Look below for the line that has "the alignment and". Set down the lines from there through the line that has "if p.Spiral.given &&", exactly as written.

Available records section start

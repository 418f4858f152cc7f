import { z } from 'zod';
import { stampSchema } from '@harkmoor/sync-model/protocol/message-schemas';
import { idSchema } from '@harkmoor/sync-model/records/common-fields';
import { WRITABLE_TYPES } from '@harkmoor/sync-model/records/record-types';

export const recordPathSchema = z.strictObject({
  clubId: idSchema,
  type: z.enum(WRITABLE_TYPES),
  id: idSchema,
});
export type RecordPath = z.infer<typeof recordPathSchema>;

const registerSchema = z.strictObject({ value: z.unknown(), stamp: stampSchema });

export const recordHistorySchema = z.strictObject({
  /** Newest first. */
  rows: z.array(
    z.strictObject({
      id: z.string(),
      field: z.string(),
      replaced: registerSchema,
      kept: registerSchema,
      byId: z.string(),
      clash: z.boolean(),
      at: z.int(),
    }),
  ),
});
export type RecordHistoryAnswer = z.infer<typeof recordHistorySchema>;
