package config

import (
	"fmt"
	"math"

	"sagcrest/config/quantity"
	"sagcrest/profile/alignment"
	"sagcrest/profile/station"
)

// The horizontal alignment as points of intersection. Station equations and
// degrees of curve are known by name and refused until they are built.
type fileAlignment struct {
	Start place    `json:"start" range:"[-10000000,10000000]" jsonschema_description:"label of the first point; absent: 0+000"`
	PI    []filePI `json:"pi" jsonschema:"required" jsonschema_description:"points of intersection; the first and the last are the ends"`
}

// A corner of the alignment. The range of the coordinates, 10⁸ m, is that of
// every projected system on earth and of the ground as well.
type filePI struct {
	N      coordinate `json:"n" jsonschema:"required" range:"[-100000000,100000000]" jsonschema_description:"northing"`
	E      coordinate `json:"e" jsonschema:"required" range:"[-100000000,100000000]" jsonschema_description:"easting"`
	Radius length     `json:"radius" range:"(0,1000000]" jsonschema_description:"of the arc; its side follows from the points"`
	Spiral length     `json:"spiral" range:"[0,100000]" jsonschema_description:"length of the clothoid on both sides"`
}

// startLabel finds the label of the first point before any other station can
// be read. A bare number is metres or feet, like the label itself.
func (r *reading) startLabel(f *fileAlignment) {
	if r.units.Feet() {
		r.labels.Foot = r.units.Metres()
	}
	if f == nil || !f.Start.given {
		return
	}
	if f.Start.bare {
		if !math.IsNaN(f.Start.number) && !math.IsInf(f.Start.number, 0) {
			r.labels.Start = f.Start.number
		}
		return
	}
	if v, err := r.labels.ParseLabel(f.Start.text); err == nil {
		r.labels.Start = v
	} // what is no station is complained of when all are settled
}

// alignment hands the corners on as they are. Whether arcs and spirals fit
// between them (A16) is geometry and not decided here.
func (r *reading) alignment(f *fileAlignment) []alignment.PI {
	if f == nil {
		return nil
	}
	if n := len(f.PI); n < 2 && r.has("alignment.pi") {
		r.complain("F05", "alignment.pi", fmt.Sprintf("an alignment needs two points or more, this has %d", n), "give both ends")
	}
	var all []alignment.PI
	for i, p := range f.PI {
		key := fmt.Sprintf("alignment.pi[%d]", i)
		if (i == 0 || i == len(f.PI)-1) && (p.Radius.given || p.Spiral.given) {
			r.complain("F08", key, key+" is an end of the alignment and has a curve", "leave radius and spiral out, or add the end that lies behind it")
		}
		if p.Spiral.given && !r.has(key+".radius") {
			r.complain("F05", key+".radius", key+".radius is missing: a spiral leads into an arc", "give its radius")
		}
		all = append(all, alignment.PI{
			E: p.E.si, N: p.N.si, Radius: p.Radius.or(0),
			SpiralIn: p.Spiral.or(0), SpiralOut: p.Spiral.or(0),
		})
	}
	r.whichFoot(f)
	return all
}

// whichFoot refuses a bare "ft" on map coordinates (U01): at 500 km from the
// origin the two feet lie a metre apart. On a local grid the international
// foot is taken, and Units keeps saying that nobody named it.
func (r *reading) whichFoot(f *fileAlignment) {
	if r.units != quantity.FeetUnsaid {
		return
	}
	for i, p := range f.PI {
		for _, c := range []struct {
			key string
			v   coordinate
		}{{"n", p.N}, {"e", p.E}} {
			if !c.v.bare || math.Abs(c.v.number) <= quantity.MapCoordinate {
				continue
			}
			r.complain("U01", "units", fmt.Sprintf(`units are "ft" on map coordinates (alignment.pi[%d].%s is %s ft): which foot is unsaid`, i, c.key, shortest(c.v.number)),
				`write "international feet" or "us survey feet"`)
			return
		}
	}
}

// stretch is what many tables have: from and to along the road.
type stretch struct {
	from, to place
	key      string
}

// interval returns the stretch; an absent end is open, since such a table
// holds for the whole road. Ends that do not increase are A01.
func (r *reading) interval(s stretch, touching bool) station.Interval {
	over := station.Everywhere()
	if s.from.ok {
		over.From = station.Station(s.from.si)
	}
	if s.to.ok {
		over.To = station.Station(s.to.si)
	}
	if s.from.ok && s.to.ok && (over.From > over.To || over.From == over.To && !touching) {
		r.complain("A01", s.key+".to", fmt.Sprintf("%s runs from %s to %s", s.key, r.labels.Format(over.From), r.labels.Format(over.To)),
			"stations increase along the road")
	}
	return over
}

// stationPointer returns nil for a station that is absent or unusable.
func stationPointer(p place) *station.Station {
	if !p.ok {
		return nil
	}
	s := station.Station(p.si)
	return &s
}

// offsetPointer returns nil for an offset that is absent or unusable.
func offsetPointer(c coordinate) *station.Offset {
	if !c.ok {
		return nil
	}
	o := station.Offset(c.si)
	return &o
}
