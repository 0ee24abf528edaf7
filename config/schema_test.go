package config_test

import (
	"bytes"
	"encoding/json"
	"os"
	"testing"

	"github.com/santhosh-tekuri/jsonschema/v6"
	"github.com/stretchr/testify/assert"
	"github.com/stretchr/testify/require"

	"sagcrest/config"
)

func compiled(t *testing.T) *jsonschema.Schema {
	t.Helper()
	doc, err := jsonschema.UnmarshalJSON(bytes.NewReader(config.Schema()))
	require.NoError(t, err)
	c := jsonschema.NewCompiler()
	require.NoError(t, c.AddResource("project.json", doc))
	s, err := c.Compile("project.json")
	require.NoError(t, err)
	return s
}

func TestSchemaAcceptsTheFullProject(t *testing.T) {
	data, err := os.ReadFile("testdata/full.json")
	require.NoError(t, err)
	doc, err := jsonschema.UnmarshalJSON(bytes.NewReader(data))
	require.NoError(t, err)
	assert.NoError(t, compiled(t).Validate(doc))
}

func TestSchemaRefuses(t *testing.T) {
	s := compiled(t)
	data, err := os.ReadFile("testdata/full.json")
	require.NoError(t, err)
	for name, edit := range map[string]func(m map[string]any){
		"unknown key":                   func(m map[string]any) { m["titel"] = "x" },
		"missing table":                 func(m map[string]any) { delete(m, "profile") },
		"another word":                  func(m map[string]any) { m["units"] = "metres" },
		"bare length":                   func(m map[string]any) { first(m, "typical_section")["pavement"] = 0.4 },
		"missing key in a list":         func(m map[string]any) { delete(first(m, "culvert"), "wall") },
		"unknown key in an alternative": func(m map[string]any) { first(m, "alternative")["culverts"] = []any{} },
	} {
		var m map[string]any
		require.NoError(t, json.Unmarshal(data, &m))
		edit(m)
		assert.Error(t, s.Validate(m), name)
	}
}

func first(m map[string]any, key string) map[string]any {
	return m[key].([]any)[0].(map[string]any)
}

func TestSchemaIsTheSameEveryTime(t *testing.T) {
	assert.Equal(t, string(config.Schema()), string(config.Schema()))
}
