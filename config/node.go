package config

import (
	"strconv"
	"strings"
)

// kind is what a value of the project file looks like, the same for the three
// formats.
type kind byte

// The kinds of value that the three formats have between them.
const (
	table kind = iota
	list
	text
	number
	truth
	null
	date // a bare TOML or YAML date; its text is kept as written
)

// String names the kind for messages.
func (k kind) String() string {
	return [...]string{"a table", "a list", "text", "a number", "true or false", "null", "a date"}[k]
}

// position is a place in the file, line and column counted from 1, columns in
// bytes.
type position struct{ line, column int }

// node is a value with the place where it stands. Merging shares nodes, so
// that every value keeps the place where somebody typed it. A node is never
// changed once the file is read.
type node struct {
	kind    kind
	at      position
	text    string  // of text, number and date: as written, without quotes
	number  float64 // may be NaN or infinite where the format has words for them
	integer bool
	truth   bool
	entries []entry // of a table, in the order of the file
	items   []*node // of a list

	// How a TOML table came about decides whether it may be opened again.
	headed, closed bool
}

// entry is a key of a table with its place and value.
type entry struct {
	key   string
	at    position
	value *node
}

// get returns the value of a key of a table, nil when it is absent or n is no
// table.
func (n *node) get(key string) *node {
	if e := n.entry(key); e != nil {
		return e.value
	}
	return nil
}

// entry returns a key of a table with its place, nil when it is absent. A table
// has few keys: searching them in turn keeps the order of the file for free.
func (n *node) entry(key string) *entry {
	if n == nil || n.kind != table {
		return nil
	}
	for i := range n.entries {
		if n.entries[i].key == key {
			return &n.entries[i]
		}
	}
	return nil
}

// string returns the text of a text node, "" for every other.
func (n *node) string() string {
	if n == nil || n.kind != text {
		return ""
	}
	return n.text
}

// locate follows a key path such as "profile.pvi[1].elev" as far as it leads
// and returns the last node reached and how many steps that were. Counts in
// brackets start at 0.
func (n *node) locate(path string) (*node, int) {
	depth := 0
	for _, step := range steps(path) {
		next := n.get(step)
		if i, err := strconv.Atoi(step); next == nil && err == nil && n.kind == list && i >= 0 && i < len(n.items) {
			next = n.items[i]
		}
		if next == nil {
			break
		}
		n = next
		depth++
	}
	return n, depth
}

// steps splits "a.b[2].c" into a, b, 2, c.
func steps(path string) []string {
	return strings.FieldsFunc(path, func(r rune) bool { return r == '.' || r == '[' || r == ']' })
}

// same reports whether two values say the same thing, wherever they stand.
func same(a, b *node) bool {
	if a == nil || b == nil {
		return a == b
	}
	if a.kind != b.kind || len(a.entries) != len(b.entries) || len(a.items) != len(b.items) {
		return false
	}
	switch a.kind {
	case number: // 1 and 1.0 are one number
		return a.number == b.number || a.text == b.text
	case truth:
		return a.truth == b.truth
	case table:
		for _, e := range a.entries {
			if !same(e.value, b.get(e.key)) {
				return false
			}
		}
	case list:
		for i := range a.items {
			if !same(a.items[i], b.items[i]) {
				return false
			}
		}
	default:
		return a.text == b.text
	}
	return true
}

// plain returns the value as the maps, slices and scalars that viper takes.
func (n *node) plain() any {
	switch n.kind {
	case table:
		m := make(map[string]any, len(n.entries))
		for _, e := range n.entries {
			m[e.key] = e.value.plain()
		}
		return m
	case list:
		s := make([]any, len(n.items))
		for i, item := range n.items {
			s[i] = item.plain()
		}
		return s
	case number:
		return n.number
	case truth:
		return n.truth
	}
	return n.text
}
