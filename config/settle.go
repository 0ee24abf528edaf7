package config

import (
	"fmt"
	"reflect"
	"slices"
	"strings"

	"sagcrest/config/diag"
	"sagcrest/config/quantity"
	"sagcrest/profile/finding"
	"sagcrest/profile/station"
)

// reading turns the decoded file into a Project. It holds what every stage
// needs: the merged tree for places, units and labels for numbers, and the
// complaints so far.
type reading struct {
	*source
	root     *node
	units    quantity.System
	labels   station.Labels
	things   []string // ids and names in the file, for acceptances
	problems []diag.Problem
}

// complain reports an error at the value of a key, or at its nearest ancestor.
func (r *reading) complain(code finding.Code, key, message, help string) *diag.Problem {
	n, _ := r.root.locate(key)
	r.problems = append(r.problems, r.problem(code, n.at, key, message, help))
	return &r.problems[len(r.problems)-1]
}

// has reports whether a key is in the file, whatever its value is worth.
func (r *reading) has(key string) bool {
	_, depth := r.root.locate(key)
	return depth == len(steps(key))
}

// settle goes through a decoded file type and brings every number to SI:
// unit, form and range are checked here and nowhere else.
func (r *reading) settle(v reflect.Value, path string, f field) {
	if n, ok := asNumeric(v); ok {
		r.number(n, path, f.limits)
		return
	}
	switch v.Kind() {
	case reflect.Pointer:
		if !v.IsNil() {
			r.settle(v.Elem(), path, f)
		}
	case reflect.Slice:
		for i := range v.Len() {
			r.settle(v.Index(i), fmt.Sprintf("%s[%d]", path, i), f)
		}
	case reflect.Struct:
		for _, sub := range fields(v.Type()) {
			r.settle(v.Field(sub.index), join(path, sub.key), sub)
		}
	case reflect.String:
		r.word(v.String(), path, f.words)
	}
}

// word checks a text that is one of a few words.
func (r *reading) word(s, path string, words []string) {
	if words == nil || !r.has(path) || slices.Contains(words, s) {
		return
	}
	code := finding.Code("F06")
	switch path {
	case "units", "survey.units":
		code = "F04"
	case "profile.criteria": // a name, not a choice of form
		code = "F03"
	}
	if later(path, s) {
		r.complain("F09", path, fmt.Sprintf("%s %q: %s", path, s, notBuilt), "known are "+strings.Join(words, ", "))
		return
	}
	r.complain(code, path, fmt.Sprintf("%s is %q", path, s), suggest(s, words))
}

// later names the words that stand in the project file's description and have
// no effect yet.
func later(path, word string) bool {
	return path == "earthwork.pay_method" && (word == "prismoidal" || word == "integrated")
}

// unique complains of a name that is taken. An empty one is missing, which is
// another complaint.
func (r *reading) unique(seen map[string]bool, name, key string) {
	if name != "" && seen[name] {
		r.complain("F08", key, fmt.Sprintf("%s %q is taken", key, name), "names tell things apart: choose another")
	}
	seen[name] = true
}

Available records section end

Finished exercise
			r.complain("F08", key, key+" is an end of the alignment and has a curve", "leave radius and spiral out, or add the end that lies behind it")
		}
		if p.Spiral.given && !r.has(key+".radius") {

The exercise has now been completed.